FIG. 1 is a partially cutaway plan view showing Embodiment 1 of the present invention, and FIG.
The figure is a partially exploded perspective view of the armature and actuator used in the above, FIG. 3 is a partially cutaway sectional view showing Embodiment 2 of the present invention, and FIG. 4 is an operation explanatory diagram showing the force acting on the armature. be. 11 is an armature, 17 is an α spring after movable, 19 is a fixed contact, 21 is an actuator, 22 is a coupling pin, 23 is an insertion hole, 30 is a coil, 31 is an armature, 37 is a movable contact spring, 39 is a fixed contact, 41 is an actuator, 4
3 is a coupling hole, and 45 is a side surface. Figure 1 Figure 2 Figure 3 Figure 4

Claims (6)

[Claims] (1) An armature that swings between two predetermined positions in response to energization of the coil, an actuator driven by the armature, and an armature that comes into contact with the actuator in a predetermined section of the armature's swing range. The armature is also equipped with a movable contact spring that moves into and out of contact with the fixed contact as the armature swings. An electromagnetic relay characterized in that it is provided within a range. (2) The actuator is provided with a coupling pin perpendicular to its swing direction, and the armature is provided with an insertion hole into which the coupling pin is inserted, and the insertion hole is larger in size than the coupling pin in the swing direction of the armature. 2. The electromagnetic relay according to claim 1, wherein the no-load area is formed by setting . (3) The electromagnetic relay according to claim 2, wherein the coupling pin and the insertion hole are formed to have a circular cross section, and the insertion hole is set to have a larger diameter than the coupling pin. (4) A coupling hole through which the armature is inserted is formed in the actuator, and the width of the coupling hole is set to be larger than the portion of the actuator that passes through the coupling hole in the swinging direction of the actuator, thereby forming the above-mentioned no-load area.

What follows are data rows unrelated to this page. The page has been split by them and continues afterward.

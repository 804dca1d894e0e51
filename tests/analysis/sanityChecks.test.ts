/**
 * Sanity checks on fixtures of our own (tests/fixtures/select/build.ts, `writeSanity`): which
 * runs are copies, which failed, follows from how the files were written.
 */
import { mkdtempSync, rmSync } from 'node:fs';
import { tmpdir } from 'node:os';
import { join } from 'node:path';
import { afterAll, describe, expect, it, vi } from 'vitest';
import { sanityChecks } from '../../src/analysis/sanityChecks.js';
import { resolveIngestOptions } from '../../src/cli/ingestOptions.js';
import { ingest } from '../../src/ingest/ingest.js';
import { writeSanity } from '../fixtures/select/build.js';

vi.setConfig({ testTimeout: 120_000 });
const dir = mkdtempSync(join(tmpdir(), 'seedsift-sanity-'));
afterAll(() => rmSync(dir, { recursive: true, force: true }));
writeSanity(dir);

describe('sanityChecks', () => {
  it('finds copied runs within and across configs, single-step runs and a config whose every run failed', async () => {
    const runSet = await ingest([join(dir, 'runs')], resolveIngestOptions({}));
    const problems = sanityChecks(runSet);
    const by = (code: string): string[] => problems.filter((p) => p.code === code).map((p) => p.run ?? p.message);
    // algo=a seed 2 and algo=b seed 0 were written with algo=a seed 0's numbers.
    expect(by('series-identical')).toEqual(['algo=a,seed=2', 'algo=b,seed=0']);
    expect(problems.find((p) => p.run === 'algo=a,seed=2')?.message).toContain('within config algo=a');
    expect(problems.find((p) => p.run === 'algo=b,seed=0')?.message).toContain('across configs');
    // algo=c's three runs logged one row each; single-step runs are not called copies (too short to tell).
    expect(by('run-single-step')).toEqual(['algo=c,seed=0', 'algo=c,seed=1', 'algo=c,seed=2']);
    expect(by('config-all-failed')).toHaveLength(1);
    expect(by('config-all-failed')[0]).toMatch(/^every run of algo=c failed/);
  });

  it('a seed that appears twice in one config from different files is reported, not merged silently', async () => {
    const runSet = await ingest([join(dir, 'twice')], resolveIngestOptions({ seedColumn: 'seed' }));
    expect(runSet.problems.filter((p) => p.code === 'run-duplicate').map((p) => p.run)).toEqual(['algo=a,seed=0']);
  });

  it('two method folders given as two PATHs stay two configs (path key), with a note', async () => {
    const ours = join(dir, 'methods', 'ours');
    const base = join(dir, 'methods', 'base');
    const runSet = await ingest([ours, base], resolveIngestOptions({}));
    expect(runSet.keys).toEqual(['path']);
    expect([...new Set(runSet.runs.map((r) => r.config))]).toEqual([`path=${ours}`, `path=${base}`]);
    expect(runSet.runs).toHaveLength(4);
    expect(runSet.problems.filter((p) => p.code === 'run-duplicate')).toEqual([]);
    expect(runSet.problems.filter((p) => p.code === 'path-key')).toHaveLength(1);
  });
});
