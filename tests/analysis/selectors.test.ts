import { describe, expect, it } from 'vitest';
import { checkSelector, matchesSelector, parseSelector, valuesOf } from '../../src/analysis/selectors.js';
import { at } from '../support/at.js';

const configs = [
  { params: { ticks: '8', memory: '4' } },
  { params: { ticks: '8', memory: '12' } },
  { params: { ticks: '16', memory: '4' } },
  { params: { ticks: '16', memory: '8' } },
];

describe('parseSelector', () => {
  it('parses key=value pairs, trimming spaces; a value may hold =', () => {
    expect(parseSelector(' memory = 4 , ticks=8').pairs).toEqual([
      { key: 'memory', value: '4' },
      { key: 'ticks', value: '8' },
    ]);
    expect(parseSelector('opt=a=b').pairs).toEqual([{ key: 'opt', value: 'a=b' }]);
  });

  it('rejects malformed selectors with the option name', () => {
    expect(() => parseSelector('')).toThrow('--baseline: expected key=value[,key=value], got an empty selector');
    expect(() => parseSelector('memory')).toThrow("--baseline: expected key=value[,key=value], got 'memory'");
    expect(() => parseSelector('memory=4,')).toThrow('--baseline');
    expect(() => parseSelector('memory=4,memory=8')).toThrow("key 'memory' named twice");
    expect(() => parseSelector('seed=3')).toThrow('the seed is not part of a config');
  });
});

describe('checkSelector', () => {
  it('accepts a selector that matches a config', () => {
    expect(() => checkSelector(parseSelector('memory=4'), configs, ['ticks', 'memory'], null)).not.toThrow();
    expect(matchesSelector(at(configs, 0).params, parseSelector('memory=4,ticks=8'))).toBe(true);
    expect(matchesSelector(at(configs, 1).params, parseSelector('memory=4'))).toBe(false);
  });

  it('lists the available values when nothing matches, and the keys when a key is unknown', () => {
    expect(() => checkSelector(parseSelector('memory=5'), configs, ['ticks', 'memory'], null)).toThrow(
      '--baseline: memory=5 matches no config; memory takes 4, 8, 12',
    );
    expect(() => checkSelector(parseSelector('memory=12,ticks=16'), configs, ['ticks', 'memory'], null)).toThrow(
      'memory takes 4, 8, 12; ticks takes 8, 16',
    );
    expect(() => checkSelector(parseSelector('width=2'), configs, ['ticks', 'memory'], null)).toThrow(
      "--baseline: no config key 'width'; keys are ticks, memory",
    );
    expect(() => checkSelector(parseSelector('ticks=8'), configs, ['ticks', 'memory'], 'ticks')).toThrow(
      'is the task key',
    );
  });

  it('valuesOf sorts numbers by value', () => {
    expect(valuesOf(configs, 'memory')).toEqual(['4', '8', '12']);
  });
});
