import { describe, expect, it } from 'vitest';
import { gz, ingestTree, runById, withCode } from '../../fixtures/ingest/tree.js';

// DESIGN.md "Messy logs" (malformed rows rejected with file and line, the run keeps its other
// rows; every case reported) and "Inputs" (header drift is read by name); the problem table in
// src/problems.ts. Lines are counted by hand on each fixture (header = line 1).
describe('malformed rows', () => {
  it('are rejected with their exact line, even after a blank line and a field spanning two lines', async () => {
    const log = [
      'step,loss,note', // 1
      '1,0.5,a', // 2
      '', // 3
      '2,0.4,"two', // 4
      'lines"', // 5
      '3,0.3', // 6  too few fields
      '4,0.2,b,extra', // 7  too many fields
      '5,0.1,c', // 8
    ].join('\n');
    const { set, at } = await ingestTree({ 'seed=1/log.csv': `${log}\n` });
    const file = at('seed=1/log.csv');
    expect(withCode(set, 'row-malformed').map((p) => [p.file, p.line])).toEqual([
      [file, 6],
      [file, 7],
    ]);
    expect(withCode(set, 'row-malformed')[0]?.message).toBe(
      'row rejected, the run keeps its other rows: missing columns: Expected Number of Columns: 3 Found: 2 ' +
        '(column note)',
    );
    expect(Array.from(runById(set, 'seed=1').metrics.loss?.steps ?? [])).toEqual([1, 2, 5]);
    expect(set.files.find((f) => f.file === file)).toMatchObject({ status: 'read', rows: 3, rejectedRows: 2 });
  });

  it('in a gzipped file with CR LF line ends', async () => {
    const { set, at } = await ingestTree({ 'seed=1/log.csv.gz': gz('step,loss\r\n1,0.5\r\n2\r\n3,0.3\r\n') });
    expect(withCode(set, 'row-malformed').map((p) => [p.file, p.line])).toEqual([[at('seed=1/log.csv.gz'), 3]]);
  });

  it('in a whitespace-separated file', async () => {
    const { set, at } = await ingestTree({ 'seed=1/log.txt': 'step  loss\n1     0.5\n\n2     0.4  9\n3     0.3\n' });
    expect(withCode(set, 'row-malformed')).toEqual([
      expect.objectContaining({
        file: at('seed=1/log.txt'),
        line: 4,
        message: 'row rejected, the run keeps its other rows: expected 2 whitespace-separated fields',
      }),
    ]);
    expect(Array.from(runById(set, 'seed=1').metrics.loss?.values ?? [])).toEqual([0.5, 0.3]);
  });

  it('beyond 20 per file, the rest are counted in one problem', async () => {
    const rows = Array.from({ length: 25 }, (_, k) => `${k}`);
    const { set } = await ingestTree({ 'seed=1/log.csv': `step,loss\n${rows.join('\n')}\n` });
    const malformed = withCode(set, 'row-malformed');
    expect(malformed).toHaveLength(21);
    expect(malformed[20]?.message).toBe('5 more malformed row(s) were rejected (25 in all)');
    expect(runById(set, 'seed=1').status).toBe('rejected');
  });
});

describe('file-level problems', () => {
  it('empty and header-only files: file-empty, no run', async () => {
    const { set, at } = await ingestTree({
      'seed=1/a.csv': '',
      'seed=2/a.csv': 'step,loss\n',
      'seed=3/a.csv': 'step,loss\n1,0.5\n',
    });
    expect(withCode(set, 'file-empty').map((p) => p.file)).toEqual([at('seed=1/a.csv'), at('seed=2/a.csv')]);
    expect(set.runs.map((r) => r.id)).toEqual(['seed=3']);
  });

  it('duplicate column names: renamed with a suffix and reported', async () => {
    const { set, at } = await ingestTree({ 'seed=1/a.csv': 'step,loss,loss\n1,0.5,0.6\n' });
    expect(withCode(set, 'column-duplicated')).toEqual([
      expect.objectContaining({ file: at('seed=1/a.csv'), severity: 'warning' }),
    ]);
    expect(Object.keys(runById(set, 'seed=1').metrics)).toEqual(['loss', 'loss_2']);
    expect(Array.from(runById(set, 'seed=1').metrics.loss_2?.values ?? [])).toEqual([0.6]);
  });

  it('header drift: files are read by name and the drift is reported', async () => {
    const { set, at } = await ingestTree({
      'seed=1/a.csv': 'step,loss,acc\n1,0.5,0.1\n',
      'seed=2/a.csv': 'step,loss,acc\n1,0.6,0.2\n',
      'seed=3/a.csv': 'acc,step,val_loss\n0.3,1,0.7\n',
    });
    expect(withCode(set, 'header-drift')).toEqual([
      expect.objectContaining({
        file: at('seed=3/a.csv'),
        message:
          `1 file(s) have other columns than the 2 file(s) like ${at('seed=1/a.csv')} (missing: loss; extra: ` +
          `val_loss); columns were matched by name`,
      }),
    ]);
    expect(Array.from(runById(set, 'seed=3').metrics.acc?.values ?? [])).toEqual([0.3]);
    expect(Object.keys(runById(set, 'seed=3').metrics)).toEqual(['acc', 'val_loss']);
  });

  it('per-tick columns of different tick counts are not drift', async () => {
    const { set } = await ingestTree({
      'ticks=2/seed=1/a.csv': 'step,acc@0,acc@1\n1,0.1,0.2\n',
      'ticks=3/seed=1/a.csv': 'step,acc@0,acc@1,acc@2\n1,0.1,0.2,0.3\n',
    });
    expect(withCode(set, 'header-drift')).toEqual([]);
  });

  it('a column without a number anywhere is not a metric', async () => {
    const { set } = await ingestTree({
      'seed=1/a.csv': 'step,phase,acc\n1,train,0.5\n',
      'seed=2/a.csv': 'step,phase,acc\n1,eval,0.6\n',
    });
    expect(withCode(set, 'column-not-numeric').map((p) => p.message)).toEqual([
      expect.stringMatching(/^column phase holds no numbers in any file and is not a metric/),
    ]);
    expect(set.metrics.map((m) => m.name)).toEqual(['acc']);
  });
});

An electromagnetic relay according to claim 1, characterized in that the electromagnetic relay comprises: (5) Claims characterized in that the coupling hole has both side surfaces in the swinging direction of the armature curved around an axis parallel to the opening surface of the coupling hole and orthogonal to the swinging direction of the armature. The electromagnetic relay according to item 4. (6) The armature is formed into an elongated shape and is swingable in a direction substantially perpendicular to the longitudinal direction of the armature, and the actuator is suspended from the armature with the gravity direction being perpendicular to the swinging direction and the longitudinal direction of the armature. Claims 1 to 5 characterized in that
The electromagnetic relay described in any of the paragraphs.